Test-Retest Reliability Coefficient

#1
Hi Folks,

Hopefully this is a relatively easy question. I collected data on a measure at two time points, and I would like to run a test-retest reliability check. Is a Pearson correlation coefficient the one to use, or are there other thoughts on this?

Many thanks for your time!
 

CB

Super Moderator
#7
Are we talking about Cohen's kappa here? That's used mainly for qualitative (i.e. nominal) ratings. OP's data is at least ordinal, with 50 possible final scores. Kappa will count any difference between scores as a disagreement. E.g., if someone gets a score of 21 at time 1, and then 22 at time 2, this is recorded as a disagreement. Same for a score of 50 at time 1 and 0 at time 2. Ideally you'd prefer something here that takes into account the ordering of ratings.
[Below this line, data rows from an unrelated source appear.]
/// Excess phase in the stamp: G and C against central differences with the
/// delayed current away from its static value (y₁ ≠ I_CC, y₂ ≠ 0), with
/// avalanche on so that the delayed current's multiplication is checked
/// too, npn and pnp; KCL of the terminal rows. Same step and tolerance.
#[test]
fn excess_phase_jacobians_match_finite_differences() {
    for pnp in [false, true] {
        let p = BjtParams {
            excess_phase: 25.0,
            bv_cbo: 40.0,
            avalanche_exp: 4.0,
            ..full_params(pnp)
        };
        let q = with_phase(&p);
        for &(vbe, vbc, y1, y2) in &[
            (0.72, -10.0, 0.03, 0.01),
            (0.8, -25.0, 0.5, -0.2),
            (0.85, 0.6, 1.0, 0.3),
            (0.3, -1.0, 0.0, 0.0),
        ] {
            let sgn = if pnp { -1.0 } else { 1.0 };
            let vei = 0.1;
            let vbi = vei + vbe;
            let vci = vbi - vbc;
            let mut x: Vec<f64> = [vci + 0.013, vbi + 0.007, vei - 0.002, vci, vbi, vei]
                .iter()
                .map(|v| sgn * v)
                .collect();
            x.extend([y1, y2]);
            // the terminal rows (c b e ci bi ei) keep KCL, the state rows balance alone
            assert_fd_at(&q, &x, 6, &format!("excess phase, pnp {pnp} at {x:?}"));
        }
    }
}
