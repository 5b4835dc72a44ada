//! Which sampled parameters drive each figure and each requirement's margin.
//!
//! For every pair (input, target) — an input being a swept value or a
//! tolerance factor of the variants, a target a measured figure or a
//! requirement's margin — the study reports Spearman's rank correlation
//! ρ: the Pearson correlation of the ranks, tied values given their
//! average rank (C. Spearman, "The proof and measurement of association
//! between two things", Am. J. Psychol. 15(1), 1904; the tie rule is the
//! one `scipy.stats.spearmanr` uses, checked against it in the tests, see
//! docs/check-values.md). A rank correlation is used rather than a linear
//! regression because figures against part values are monotone but seldom
//! linear (output power against a tank capacitor peaks, efficiency
//! saturates), and ranks are not pulled by a few extreme variants.
//!
//! Under independence ρ is about normal with variance 1/(n − 1) for n
//! variants (large-sample approximation, from memory), so |ρ| below
//! 1.96/√(n − 1) is indistinguishable from chance at the two-sided 5 %
//! level; [`noise_level`] gives that bound and the summary lists only the
//! inputs above it, strongest first.

use std::collections::BTreeMap;

/// Ranks of `v` (1-based), ties given the average of the ranks they span.
fn ranks(v: &[f64]) -> Vec<f64> {
    let mut idx: Vec<usize> = (0..v.len()).collect();
    idx.sort_by(|&a, &b| v[a].total_cmp(&v[b]));
    let mut r = vec![0.0; v.len()];
    let mut i = 0;
    while i < idx.len() {
        let mut j = i + 1;
        while j < idx.len() && v[idx[j]] == v[idx[i]] {
            j += 1;
        }
        // Positions i..j (0-based) hold equal values: ranks i+1..=j.
        let avg = (i + 1 + j) as f64 / 2.0;
        for &k in &idx[i..j] {
            r[k] = avg;
        }
        i = j;
    }
    r
}

/// Spearman's rank correlation of the pairs of `x` and `y` where both are
/// finite. `None` with fewer than 3 such pairs, or when either side is
/// constant over them (the correlation is undefined).
pub fn spearman(x: &[f64], y: &[f64]) -> Option<f64> {
    let (xs, ys): (Vec<f64>, Vec<f64>) = x
        .iter()
        .zip(y)
        .filter(|(a, b)| a.is_finite() && b.is_finite())
        .map(|(a, b)| (*a, *b))
        .unzip();
    if xs.len() < 3 {
        return None;
    }
    let (rx, ry) = (ranks(&xs), ranks(&ys));
    let n = rx.len() as f64;
    let (mx, my) = (rx.iter().sum::<f64>() / n, ry.iter().sum::<f64>() / n);
    let (mut sxy, mut sxx, mut syy) = (0.0, 0.0, 0.0);
    for (a, b) in rx.iter().zip(&ry) {
        sxy += (a - mx) * (b - my);
        sxx += (a - mx) * (a - mx);
        syy += (b - my) * (b - my);
    }
    if sxx <= 0.0 || syy <= 0.0 {
        return None;
    }
    Some((sxy / (sxx * syy).sqrt()).clamp(-1.0, 1.0))
}

/// The |ρ| below which a rank correlation over `n` variants cannot be told
/// from chance at the two-sided 5 % level: 1.96/√(n − 1) (see the module
/// overview). Infinite for n < 3.
pub fn noise_level(n: usize) -> f64 {
    if n < 3 {
        f64::INFINITY
    } else {
        1.96 / ((n - 1) as f64).sqrt()
    }
}

/// The inputs that drive one target, strongest first.
#[derive(Debug, Clone, PartialEq)]
pub struct Drivers {
    /// Variants that had both the target and the inputs.
    pub variants: u64,
    /// [`noise_level`] for that many variants.
    pub noise_level: f64,
    /// (input name, ρ) for every input with |ρ| at or above the noise
    /// level, by decreasing |ρ| (ties by name).
    pub inputs: Vec<(String, f64)>,
}

/// Collects aligned columns of inputs and targets, one row per variant that
/// ran, and ranks the inputs of every target. 8 bytes per variant per
/// input and per target.
#[derive(Debug, Clone, Default)]
pub struct SensitivityBuilder {
    rows: usize,
    inputs: BTreeMap<String, Vec<f64>>,
    targets: BTreeMap<String, Vec<f64>>,
}

fn push_row(cols: &mut BTreeMap<String, Vec<f64>>, rows: usize, row: &BTreeMap<String, f64>) {
    for (k, &v) in row {
        cols.entry(k.clone())
            .or_insert_with(|| vec![f64::NAN; rows])
            .push(v);
    }
    for col in cols.values_mut() {
        if col.len() < rows + 1 {
            col.push(f64::NAN);
        }
    }
}

impl SensitivityBuilder {
    /// Add one variant: its inputs and its targets (missing ones are gaps).
    pub fn add(&mut self, inputs: &BTreeMap<String, f64>, targets: &BTreeMap<String, f64>) {
        push_row(&mut self.inputs, self.rows, inputs);
        push_row(&mut self.targets, self.rows, targets);
        self.rows += 1;
    }

    /// The drivers of every target that has at least one.
    pub fn finish(&self) -> BTreeMap<String, Drivers> {
        let mut out = BTreeMap::new();
        for (t, y) in &self.targets {
            let mut n_max = 0usize;
            let mut found = Vec::new();
            for (i, x) in &self.inputs {
                let n = x
                    .iter()
                    .zip(y)
                    .filter(|(a, b)| a.is_finite() && b.is_finite())
                    .count();
                n_max = n_max.max(n);
                if let Some(rho) = spearman(x, y) {
                    if rho.abs() >= noise_level(n) {
                        found.push((i.clone(), rho));
                    }
                }
            }
            if found.is_empty() {
                continue;
            }
            found.sort_by(|a, b| b.1.abs().total_cmp(&a.1.abs()).then(a.0.cmp(&b.0)));
            out.insert(
                t.clone(),
                Drivers {
                    variants: n_max as u64,
                    noise_level: noise_level(n_max),
                    inputs: found,
                },
            );
        }
        out
    }
}

#[cfg(test)]
mod tests {
    use super::*;

    #[test]
    fn ranks_average_ties() {
        assert_eq!(ranks(&[3.0, 1.0, 2.0, 2.0]), vec![4.0, 1.0, 2.5, 2.5]);
    }

    #[test]
    fn undefined_cases_give_none() {
        assert_eq!(spearman(&[1.0, 2.0], &[1.0, 2.0]), None);
        assert_eq!(spearman(&[1.0, 1.0, 1.0], &[1.0, 2.0, 3.0]), None);
        assert_eq!(
            spearman(&[1.0, f64::NAN, 2.0, 3.0], &[1.0, 5.0, 2.0, 3.0]),
            Some(1.0)
        );
    }

    #[test]
    fn a_strong_driver_is_listed_and_noise_is_not() {
        let mut b = SensitivityBuilder::default();
        for i in 0..50 {
            let c = i as f64;
            // A deterministic "unrelated" input: a permutation with no trend.
            let other = ((i * 37) % 50) as f64;
            let inputs = BTreeMap::from([("c1".to_string(), c), ("r9".to_string(), other)]);
            let targets = BTreeMap::from([("pout".to_string(), -(c * c))]);
            b.add(&inputs, &targets);
        }
        let d = b.finish();
        let pout = &d["pout"];
        assert_eq!(pout.inputs[0].0, "c1");
        assert!((pout.inputs[0].1 + 1.0).abs() < 1e-12);
        assert!(pout.inputs.iter().all(|(n, _)| n != "r9"), "{pout:?}");
    }
}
You could do a weighted kappa, but probably the most conventional way to deal with this problem is to use a correlation (Spearman's or Pearson's, depending if you want to treat the data as ordinal or interval).
 

Veda

New Member
#8
Are we talking about Cohen's kappa here? That's used mainly for qualitative (i.e. nominal) ratings. OP's data is at least ordinal, with 50 possible final scores. Kappa will count any difference between scores as a disagreement. E.g., if someone gets a score of 21 at time 1, and then 22 at time 2, this is recorded as a disagreement. Same for a score of 50 at time 1 and 0 at time 2. Ideally you'd prefer something here that takes into account the ordering of ratings.

You could do a weighted kappa, but probably the most conventional way to deal with this problem is to use a correlation (Spearman's or Pearson's, depending if you want to treat the data as ordinal or interval).
Hi,

I have a relevant question. I have twenty subjects to rate (Likert scale) 200 words twice. I would like to examine the test-retest reliability across twenty subjects. So, I obtained a correlation coefficient between the first-time rating and the second-time rating for each subject and tested whether these twenty correlation coefficients significantly deviated from zeros. Is it reasonable? Or, are there more appropriate ways to examine the test-retest reliability across subjects? Thanks!

Veda
 

hlsmith

Less is more. Stay pure. Stay poor.
#9
Back to the original post, CB is correct that a traditional Kappa would be less than ideal, but a Cohen Kappa with linear weights is also a good approach.

Veda,

So did you create 20 correlations? If so perhaps something along the lines of Fleishman's (sp?) Multi-rater reliability may be a useful alternative.